According to a new study in the Journal of American Psychiatry, the decreased use of SSRI prescriptions and the record increase of teen suicides from 2003 and 2004 may be linked.
The number of SSRI prescriptions for pediatric depression (ages 5 to 18) tumbled more than 50 percent between 2003 and 2005. In a troubling parallel development, the number of teen suicides jumped a record 18 percent between 2003 and 2004, the most recent year for which data exist.
According to Dr. Kelly Posner, a Columbia University child psychiatrist, "All the data point in one direction: antidepressants save lives and untreated depression kills people".
The FDA may have scarred people away from using SSRIs because the agency issued a health-advisory warning of a potential link between the use of the drugs and teen suicide in 2003. In 2004, the FDA put a "black box" warning on these antidepressants that showed the increased risk of suicidal thinking and behavior among children and adolescents.

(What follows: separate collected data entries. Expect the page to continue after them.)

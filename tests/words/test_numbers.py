"""Numbers against exact fractions, and at the ends of what a float can hold."""

from __future__ import annotations

import math
from fractions import Fraction

import numpy as np
import pandas as pd
import pytest
from hypothesis import example, given
from hypothesis import strategies as st

from svyrates.words import count, fixed, p_value, percent, points, rule_or_number, significant

FINITE = st.floats(allow_nan=False, allow_infinity=False)


def _by_hand(value: float, digits: int, *, times: int = 1) -> str:
    """Round the printed digits as on paper: cut, look at what was cut, carry."""
    exact = abs(Fraction(repr(value))) * times * 10**digits
    whole, rest = divmod(exact.numerator, exact.denominator)
    whole += 2 * rest >= exact.denominator
    text = str(whole).zfill(digits + 1)
    text = f"{text[:-digits]}.{text[-digits:]}" if digits else text
    return f"-{text}" if value < 0 and whole else text


@given(FINITE, st.integers(0, 8))
@example(0.5, 0)
@example(-2.5, 0)
@example(1e300, 2)
@example(5e-324, 8)
@example(1.7976931348623157e308, 4)
def test_fixed_is_rounded_by_hand(value: float, digits: int) -> None:
    assert fixed(value, digits) == _by_hand(value, digits)


@given(FINITE, st.integers(0, 3))
@example(0.00005, 2)
@example(-0.0005, 1)
@example(1e30, 1)
def test_percentages_and_points_are_rounded_by_hand(value: float, digits: int) -> None:
    shown = _by_hand(value, digits, times=100)
    assert percent(value, digits) == f"{shown}%"
    above = value > 0 and float(shown) != 0
    assert points(value, digits) == f"{'+' if above else ''}{shown} points"


@given(FINITE)
def test_counts_differ_from_whole_numbers_by_commas_only(value: float) -> None:
    shown = count(value)
    assert shown.replace(",", "") == _by_hand(value, 0)
    groups = shown.removeprefix("-").split(",")
    assert 1 <= len(groups[0]) <= 3
    assert {len(group) for group in groups[1:]} <= {3}


@given(FINITE.filter(bool), st.integers(1, 8))
@example(9.9996, 4)
@example(0.099996, 4)
@example(1000.0, 1)
@example(5e-324, 2)
def test_significant_digits(value: float, digits: int) -> None:
    shown = significant(value, digits)
    exact = abs(Fraction(repr(value)))
    # The value of the last digit kept; whole parts are never cut.
    last = Fraction(10) ** (len(str(exact.numerator // exact.denominator)) - digits)
    if exact < 1:
        leading = next(k for k in range(1, 400) if exact * 10**k >= 1)
        last = Fraction(1, 10 ** (leading + digits - 1))
    assert abs(Fraction(shown) - Fraction(repr(value))) <= min(last, Fraction(1)) / 2
    assert "e" not in shown
    assert "." not in shown or shown[-1] not in "0."
    if "." in shown:
        assert len(shown.lstrip("-0.").replace(".", "")) <= digits


@given(st.floats(0, 1))
@example(0.0)
@example(5e-324)
@example(0.00009999999999999999)
@example(0.0001)
@example(0.9999)
@example(0.99996)
@example(math.nextafter(1.0, 0.0))
def test_a_p_value_says_what_it_is(p: float) -> None:
    shown = p_value(p)
    if p < 0.0001:
        assert shown == "<0.0001"
    elif 0.9999 < p < 1:
        assert shown == ">0.9999"
    else:
        assert shown == _by_hand(p, 4)
    assert float(shown.lstrip("<>")) > 0
    assert p == 1 or float(shown.lstrip("<>")) < 1


MISSING = [None, math.nan, np.nan, np.float32("nan"), pd.NA, pd.NaT]
SHOWN_BY = [
    lambda x: fixed(x, 2),
    lambda x: significant(x, 3),
    count,
    percent,
    points,
    p_value,
]


@pytest.mark.parametrize("value", MISSING, ids=repr)
def test_nothing_is_shown_as_a_dash_by_every_function(value: object) -> None:
    assert [show(value) for show in SHOWN_BY] == ["–"] * len(SHOWN_BY)


@pytest.mark.parametrize("value", [math.inf, np.inf, np.float32("inf")], ids=repr)
def test_infinity_is_a_sign_without_a_unit(value: float) -> None:
    assert [show(value) for show in SHOWN_BY[:5]] == ["∞"] * 5
    assert [show(-value) for show in SHOWN_BY[:5]] == ["-∞"] * 5


def test_zero_has_no_sign() -> None:
    assert [show(-0.0) for show in SHOWN_BY[:5]] == ["0.00", "0", "0", "0.0%", "0.0 points"]
    assert [show(-1e-9) for show in (count, percent, points)] == ["0", "0.0%", "0.0 points"]


def test_numbers_of_numpy_read_like_those_of_python() -> None:
    assert fixed(np.float64(2.675), 2) == "2.68"
    assert count(np.int64(-1234567)) == "-1,234,567"
    assert percent(np.float64(0.5), 0) == "50%"


@pytest.mark.parametrize(
    ("given_rule", "text"),
    [("domain", "domain"), (math.inf, "∞"), (12.0, "12"), (12.345678, "12.35"), (1500.0, "1500")],
)
def test_rules_keep_their_names_and_numbers_are_read(given_rule: str | float, text: str) -> None:
    assert rule_or_number(given_rule) == text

Now, some experts think the FDA's warning may have done more harm than good. Most psychiatrists think that SSRIs can put people at a temporary risk of suicide, but they consider untreated depression as much more lethal than using the drugs.
"You may induce two suicides by treatment, but by stopping treatment you're going to lose dozens to hundreds of kids. You're losing more than you're saving. That's the calculus," says Dr. Robert Valuck, of the University of Colorado Heath Sciences Center, coauthor of the new paper.
The FDA has already discussed changing the black box warning because of the misunderstanding. The FDA may see more evidence that the warning and teen suicides are linked when the CDC releases the suicide figures for 2005. If the rates are still high the agency will likely go back to the board of advisers.